Algunas tribus indígenas deben pedir permiso a Dios para dar caza o sacrificar a un animal. Ellos, con una sabiduría milenaria heredada de sus antepasados, saben que dependen enteramente de la naturaleza para sobrevivir, y que sólo si la respetan ella los respetará.
Mi tatarabuelo cazó la última ballena del litoral vasco. Dicen que sus huesos decoran aún en el Aquarium Donostiarra.

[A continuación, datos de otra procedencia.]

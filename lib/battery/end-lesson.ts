/**
 * What finished packs teach about the end itself. A pack stopped where the voltage under load
 * in the coldest hour of some month met the cut-off; how much resistance that takes is read off
 * the months in which many packs stopped, and those that they had lived through before. Neither
 * the draw of a pack is known nor how cold its nights were, so both are summed over:
 *
 *   L(factor) = prod over packs of sum over paces of p(pace) prod over months of (1 - h) times h
 *
 * h being the chance that a month's coldest hour stops a pack at the depth it has come to. The
 * same sum, the factor known, tells how fast one pack was used, and how surely.
 */
import { normalCdf } from "../stats/normal";
import type { EpochDays } from "../units";
import { ASSUMED } from "./assumptions";
import { MONTH_STARTS, dayOfYear, monthOf } from "./climate";
import { type EndOfLife, SEVERITY_W, endOfLife, endsBySeverity } from "./end-of-life";
import type { LoggedTemperature, PackSpec } from "./pack";
import { type PackModel, leakBetween, packModel } from "./pack-model";

/** Factors on the resistance that are tried: evenly over the logarithm. */
const TRIED: readonly number[] = Array.from({ length: 13 }, (_, k) => Math.exp((k - 6) * 0.2));
/** Paces that are summed over: ln(draw over capacity, relative to the sheet). */
const PACES: readonly number[] = Array.from({ length: 29 }, (_, k) => (k - 14) * 0.1);
/** Spread of ln(factor) between chemistry and sheet, and between cohorts of a chemistry. */
const CHEMISTRY_SD = 0.4;
const COHORT_SD = 0.25;
/** Spread of the paces of a cohort's packs, and of cohorts around the sheet. */
const PACE_SD = Math.hypot(ASSUMED.capacitySd, ASSUMED.drawSd);
const COHORT_PACE_SD = 0.25;
/** What moves the end of a single pack beside the weather, as a share of the charge. */
const LEAST_END_SD = 0.02;
const SHALLOWEST = 0.02;
/** A spread of ln(pace) that the grid of paces and every end's own scatter leave at the least. */
const CLEAR_SD = 0.07;
/** Months of a long life that are looked at, the last ones. */
const MOST_MONTHS = 120;
const LEAST_CHANCE = 1e-12;
/** How finely the day of a stop is held against the pack's course. */
const LAST_DAYS = 7;
const MONTH_DAYS = 30.44;

/** A finished pack prepared for the trials. */
export interface Spent {
  readonly model: PackModel;
  readonly outAt: EpochDays;
  /** The ends of the months it lived through: share gone by itself, share drawn. */
  readonly months: readonly (Course & { readonly month: number })[];
  /** The same at the start of the month in which it came out, shortly before, and on the day. */
  readonly last: readonly [Course, Course, Course];
}

interface Course {
  readonly lost: number;
  readonly drawn: number;
}

export function spent(
  pack: PackSpec,
  outAt: EpochDays,
  temperatures: readonly LoggedTemperature[] = [],
): Spent {
  const model = packModel(pack, null, temperatures);
  const ends: EpochDays[] = [];
  for (let day = pack.installedAt; day < outAt;) {
    const month = monthOf(day + 1e-6);
    day += Math.max(MONTH_STARTS[month + 1]! - dayOfYear(day + 1e-6), 1e-3) + 1e-6;
    if (day < outAt) ends.push(day);
  }
  const months = ends
    .slice(-MOST_MONTHS)
    .map((at) => ({ month: monthOf(at - 1e-3), ...courseTo(model, at) }));
  const start = ends.at(-1) ?? pack.installedAt;
  const before = Math.max(start, outAt - LAST_DAYS);
  const last = [start, before, outAt].map((at) => courseTo(model, at));
  return { model, outAt, months, last: last as [Course, Course, Course] };
}

/** End depths of a pack whose resistance at the end is `factor` times the sheet's. */
export function endUnder({ model }: Spent, factor: number): EndOfLife {
  return endOfLife(model.endTerms, { mean: factor, sd: ASSUMED.resistanceSd });
}

/**
 * Draw over capacity, relative to the sheet, by which a pack comes to the end depth of a month
 * on a day, self-discharge apart.
 */
export function paceTo(one: Spent, end: EndOfLife, at: EpochDays): number {
  const { lost, drawn } = courseTo(one.model, at);
  const left = end.byMonth[monthOf(at)]! - lost;
  return Math.max(SHALLOWEST, left) / Math.max(drawn, 1e-9);
}

/** Depth on a day at a pace: as the filter consumes, 1 - (1 - start) e^-leak + draw. */
export function depthAfter(one: Spent, pace: number, at: EpochDays): number {
  const { lost, drawn } = courseTo(one.model, at);
  return lost + pace * drawn;
}

/** Share gone by a day without the draw, and what the draw takes at a pace of 1. */
function courseTo(model: PackModel, at: EpochDays): Course {
  const from = model.pack.installedAt;
  const leak = leakBetween(model, from, at);
  const kept = Math.exp(-leak);
  const drawn = model.drawPerDay * (at - from) * (leak > 1e-9 ? (1 - kept) / leak : 1);
  return { lost: 1 - (1 - model.startDepth) * kept, drawn };
}

/** Likelihood of each of PACES for a pack that stopped when it did. */
function paceLikelihoods(one: Spent, factor: number): number[] {
  const ends = endsBySeverity(one.model.endTerms, factor);
  const sd = Math.hypot(LEAST_END_SD, one.model.end.ownSd);
  const stopMonth = ends[monthOf(one.outAt)]!;
  return PACES.map((ln) => {
    const pace = Math.exp(ln);
    let chance = 1;
    for (let k = 0; k < one.months.length && chance > LEAST_CHANCE; k++) {
      const { month, lost, drawn } = one.months[k]!;
      chance *= 1 - stopChance(ends[month]!, sd, lost + pace * drawn);
    }
    const [start, before, out] = one.last.map(({ lost, drawn }) =>
      stopChance(stopMonth, sd, lost + pace * drawn),
    );
    // in its last days by what it drew in them, or by the frost of the month
    const stops = out! - before! + (start! * LAST_DAYS) / MONTH_DAYS;
    return Math.max(LEAST_CHANCE, chance * stops);
  });
}

/** Chance that a month's coldest hour stops a pack at a depth; ends from mild to cold. */
function stopChance(ends: readonly number[], sd: number, depth: number): number {
  if (depth < ends[ends.length - 1]! - 4 * sd) return 0;
  let chance = 0;
  for (let k = 0; k < ends.length; k++) {
    chance += SEVERITY_W[k]! * normalCdf((depth - ends[k]!) / sd);
  }
  return chance;
}

/**
 * How fast a pack that ran out was used, ln(pace), and how much the weather leaves open of it: one
 * standard deviation, beside the scatter that every end has.
 */
export function paceTold(one: Spent, factor: number): { lnPace: number; sd: number } {
  const weights = paceLikelihoods(one, factor);
  const total = weights.reduce((a, b) => a + b, 0);
  const lnPace = weights.reduce((s, w, k) => s + w * PACES[k]!, 0) / total;
  const variance = weights.reduce((s, w, k) => s + w * (PACES[k]! - lnPace) ** 2, 0) / total;
  const open = Math.sqrt(Math.max(0, variance - CLEAR_SD ** 2));
  const byMonth = Math.log(paceTo(one, endUnder(one, factor), one.outAt));
  // what the weather hardly touched is told by the month's end depth to the day
  const part = Math.min(1, open / CLEAR_SD);
  return { lnPace: byMonth + part * (lnPace - byMonth), sd: open };
}

/** Cost of each tried factor for the packs of one cohort: less is likelier (-2 ln likelihood). */
function costs(cohort: readonly Spent[]): number[] {
  return TRIED.map((factor) => {
    const packs = cohort.map((one) => paceLikelihoods(one, factor));
    // the cohort's mean pace at its likeliest
    return Math.min(...PACES.map((mean) => costAround(packs, mean)));
  });
}

function costAround(packs: readonly (readonly number[])[], mean: number): number {
  const weights = PACES.map((ln) => Math.exp(-0.5 * ((ln - mean) / PACE_SD) ** 2));
  const total = weights.reduce((a, b) => a + b, 0);
  return packs.reduce(
    (cost, pack) =>
      cost - 2 * Math.log(pack.reduce((s, chance, k) => s + chance * weights[k]!, 0) / total),
    (mean / COHORT_PACE_SD) ** 2,
  );
}

/** The tried factor with the least cost, a prior of ln(factor) around `centre` counted in. */
function cheapest(cost: readonly number[], centre: number, sd: number): number {
  let best = 0;
  const whole = cost.map((c, k) => c + ((Math.log(TRIED[k]!) - centre) / sd) ** 2);
  whole.forEach((c, k) => {
    if (c < whole[best]!) best = k;
  });
  return TRIED[best]!;
}

/** Resistance at the end relative to the sheet's, by cohort; packs that ran out only. */
export function learnEnds(cohorts: ReadonlyMap<string, readonly Spent[]>): Map<string, number> {
  const each = [...cohorts].map(([cohort, packs]) => ({ cohort, cost: costs(packs) }));
  const all = TRIED.map((_, k) => each.reduce((s, { cost }) => s + cost[k]!, 0));
  const centre = Math.log(cheapest(all, 0, CHEMISTRY_SD));
  return new Map(each.map(({ cohort, cost }) => [cohort, cheapest(cost, centre, COHORT_SD)]));
}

Hasta hay unos versos en euskera que rememoran la rivalidad entre Orio, Zarautz y Getaria por ser los primeros en arponear, y cómo unos eran valientes y otros cobardes, y cómo los cobardes engañaron a los valientes y se llevaron la ballena a su puerto, y cómo durante un litigio en Pamplona que dio razón al valiente Caperochipi, el primero que clavó su arpón, la ballena se pudrió y hubo que donar sus restos a la ciencia...
Aquellos hombres eran valientes, pero estúpidos. Y, sobretodo, desconocían cómo se rige el mundo, a pesar de depender enteramente de él para sobrevivir. Sin embargo, arriesgaban sus vidas cada vez que salían a la mar.

Hoy, además de estúpidos, los balleneros son cobardes y mezquinos. Ya no arriesgan nada y matan de forma industrial, agotando cualquier posibilidad de perpetuar su propia actividad y, por tanto, de perpetuarse ellos mismos como especie cazadora.
No se cómo pedir perdón, en nombre de nuestra especie y en honor a su supuesta inteligencia, a estas bellísimas criaturas que cantan, que sufren, que son inteligentes y que para algunos sólo representan un montón de carne y aceites flotando por mar abierto sin propietario. Quizás por eso deban extinguirse, porque no queda nadie capaz de reconocer en ellas una metáfora de los atributos divinos. Aunque, en tal caso, realmente quien se extingue es el ser humano.